Full voting percentages were revealed on the official site on 8 October 2021.

===Notes===

- : During the 2nd launch night on the 25th of July, 2021, Big Brother announced that there were 2 fake housemates, called wildcards, that were revealed at the end of Week 1's Sunday show. The two wildcards were revealed to be Maria and Pere that day. Since the housemates guessed incorrectly, no one got evicted on that day.
- : For going undetected, the wildcards; Maria and Pere were given the opportunity to nominate the other housemates outside the Head of House for eviction.
- : On Day 14, Big Brother introduced 4 new housemates to the Big Brother house: JMK, Michael, Kayvee and Queen.
  - Kayvee exited the Big Brother house on Day 22 voluntarily due to health-related issues.
  - Big Brother informed Maria that as Head of House, there will be no nominations or eviction in week 4. She was however given a secret task to make the housemates believe that the two housemates who impress her the least will be evicted on Sunday.
  - For the week's Head of House games, Big Brother announced that there will be 2 Heads of House.
  - On the same day, it was also announced that all housemates apart from the 2 Heads of House would be up for public voting.
  - Big Brother introduced a nomination twist as nominations were done before the Head of House games and the housemates had the opportunity of saving themselves from the nomination list.
  - The nomination twist used in week 7 was reapplied in week 8.

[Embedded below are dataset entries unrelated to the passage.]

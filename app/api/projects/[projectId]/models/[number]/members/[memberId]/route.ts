import { getMemberColumns } from "@/db/queries/result-columns";
import { NotFoundError } from "@/lib/http/errors";
import { projectRoute } from "@/lib/http/route";
import { memberDetailParamsSchema } from "@/lib/models/columns-schemas";
import { memberResultsFrom } from "@/lib/models/result-columns";
import { STANDING_CAUTION } from "@/lib/review/caution";

/**
 * One member's full detail for the member panel: its force and zero flag in every result, envelope, governing
 * results and its review (verdict, checks with their arithmetic), with the standing caution.
 */
export const GET = projectRoute({ params: memberDetailParamsSchema, action: "project.read" }, async ({ params }) => {
  const stored = await getMemberColumns(params);
  if (!stored || !stored.member) throw new NotFoundError("This revision has no analysed member by that id.");
  const etag = `"${stored.runId}.${Buffer.from(params.memberId).toString("base64url")}"`;
  return Response.json(
    {
      member: { ...stored.member, index: stored.index },
      results: memberResultsFrom(stored.index, stored.results),
      envelope: stored.envelope,
      envelopeOver: stored.envelopeOver,
      governing: stored.governing,
      review: stored.review,
      standard: stored.standard,
      caution: STANDING_CAUTION,
    },
    { headers: { ETag: etag, "Cache-Control": "private, max-age=31536000, immutable", Vary: "Cookie" } },
  );
});
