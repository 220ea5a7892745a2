// Issue 14 (the comment fan-out target): plain comments on one busy thread must not queue behind each other. Each
// holds its pin and marks it changed; when either took the pin row's lock exclusively, every comment waited for the
// one before it to commit, and under load the queue grew without bound (bench:realtime, 100 clients on one thread).
// Here a transaction does what a plain comment in flight does (holds the pin, marks it) and stays open: a comment
// posted meanwhile must be stored without waiting for it, and the pin still ends up marked no earlier than before.
// (Steps of the thread's record still go one at a time: tests/integration/thread-decisions.test.ts.)
import { randomUUID } from "node:crypto";
import { afterAll, beforeAll, describe, expect, it } from "vitest";
import { withTransaction } from "@/db/client";
import { getPinById, lockPinInProject, touchPin } from "@/db/queries/pins";
import { createPin } from "@/lib/commands/create-pin";
import { postComment } from "@/lib/commands/post-comment";
import { closeDb, requireIntegrationEnv } from "../support/db";
import { createProjectFixture, type ProjectFixture } from "../support/fixtures";

let fx: ProjectFixture;
beforeAll(async () => {
  requireIntegrationEnv();
  fx = await createProjectFixture("busy-thread");
});
afterAll(async () => {
  await closeDb();
});

describe("comments on a busy thread", () => {
  it("are stored while another transaction is marking the same pin, and the pin's change time never goes back", async () => {
    const pinId = randomUUID();
    const { architect, mep_engineer: mep } = fx.users;
    await createPin({ projectId: fx.projectId, authorId: architect.id, authorName: architect.name, input: { id: pinId, anchor: { kind: "member", id: "TC-7" }, revisionId: null, title: "Busy thread", discipline: "general" } });
    const before = await getPinById({ projectId: fx.projectId, pinId });

    let locked!: () => void;
    let release!: () => void;
    const holding = new Promise<void>((resolve) => (locked = resolve));
    const released = new Promise<void>((resolve) => (release = resolve));
    const other = withTransaction(async (tx) => {
      await lockPinInProject({ db: tx, projectId: fx.projectId, pinId, exclusive: false });
      await touchPin({ db: tx, pinId });
      locked();
      await released;
    });
    await holding;

    const order: string[] = [];
    const posted = postComment({ id: randomUUID(), projectId: fx.projectId, pinId, authorId: mep.id, authorName: mep.name, body: "Posted while the pin is locked.", kind: "comment" }).then((written) => {
      order.push("comment stored");
      return written;
    });
    // The holder lets go only after the comment is stored, or after a generous while (then the test fails on order).
    const fallback = setTimeout(() => release(), 15_000);
    await Promise.race([posted, new Promise((r) => setTimeout(r, 15_000))]);
    order.push("holder released");
    clearTimeout(fallback);
    release();
    await Promise.all([other, posted]);

    expect(order).toEqual(["comment stored", "holder released"]);
    expect((await posted)?.created).toBe(true);
    const after = await getPinById({ projectId: fx.projectId, pinId });
    expect(new Date(after!.updatedAt).getTime()).toBeGreaterThanOrEqual(new Date(before!.updatedAt).getTime());
    expect(after!.commentCount).toBe((before!.commentCount ?? 0) + 1);
  });
});
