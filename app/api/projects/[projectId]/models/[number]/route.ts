import { getRevisionWithResults } from "@/db/queries/models";
import { NotFoundError } from "@/lib/http/errors";
import { projectRoute } from "@/lib/http/route";
import { revisionParamsSchema } from "@/lib/models/schemas";
import { authorize } from "@/lib/permissions";

/**
 * One revision with its model, analysis results and review, and whether the caller may start the whole-roof
 * any-load check. An analysed revision is immutable, so the browser may keep the (large) answer; it is private to
 * the signed-in user and revalidated by ETag after a day. One whose analysis is still queued or failed is never
 * cached (it changes when the job finishes); a stable one whose review still lacks "idle for any roof load" is
 * revalidated every time (its whole-roof job may store it).
 */
export const GET = projectRoute({ params: revisionParamsSchema, action: "project.read" }, async ({ params, request, membership }) => {
  const revision = await getRevisionWithResults(params);
  if (!revision) throw new NotFoundError("No such revision.");
  const abilities = { runAnalysis: authorize(membership, "analysis.run") };
  if (!revision.analysis) return Response.json({ revision, abilities }, { headers: { "Cache-Control": "no-store" } });
  const pending = revision.analysis.status === "ok" && !revision.analysis.review?.anyLoad;
  const job = revision.anyLoadJob;
  const etag = `"${revision.id}-${revision.analysis.id}${pending ? `-${job ? `${job.id}-${job.state}` : "none"}-${abilities.runAnalysis ? 1 : 0}` : ""}"`;
  const headers = { ETag: etag, "Cache-Control": pending ? "private, no-cache" : "private, max-age=86400", Vary: "Cookie" };
  if (request.headers.get("if-none-match") === etag) return new Response(null, { status: 304, headers });
  return Response.json({ revision, abilities }, { headers });
});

  - In week 9, Big Brother decided to scrap the Head of House games, replacing them with the Ultimate Veto Power Holder Games. The Ultimate Veto Power Holder not only had the power of immunity from public voting, but they could pick both the Head and Deputy Head of House.
  - Also, in the same week, everyone except the Ultimate Veto Power Holder, Head of House and Deputy Head of House were up for public voting.
  - Due to an eviction twist on day 63, while Pere and Angel left the house, they have not left the show. A day later, both housemates returned to the house.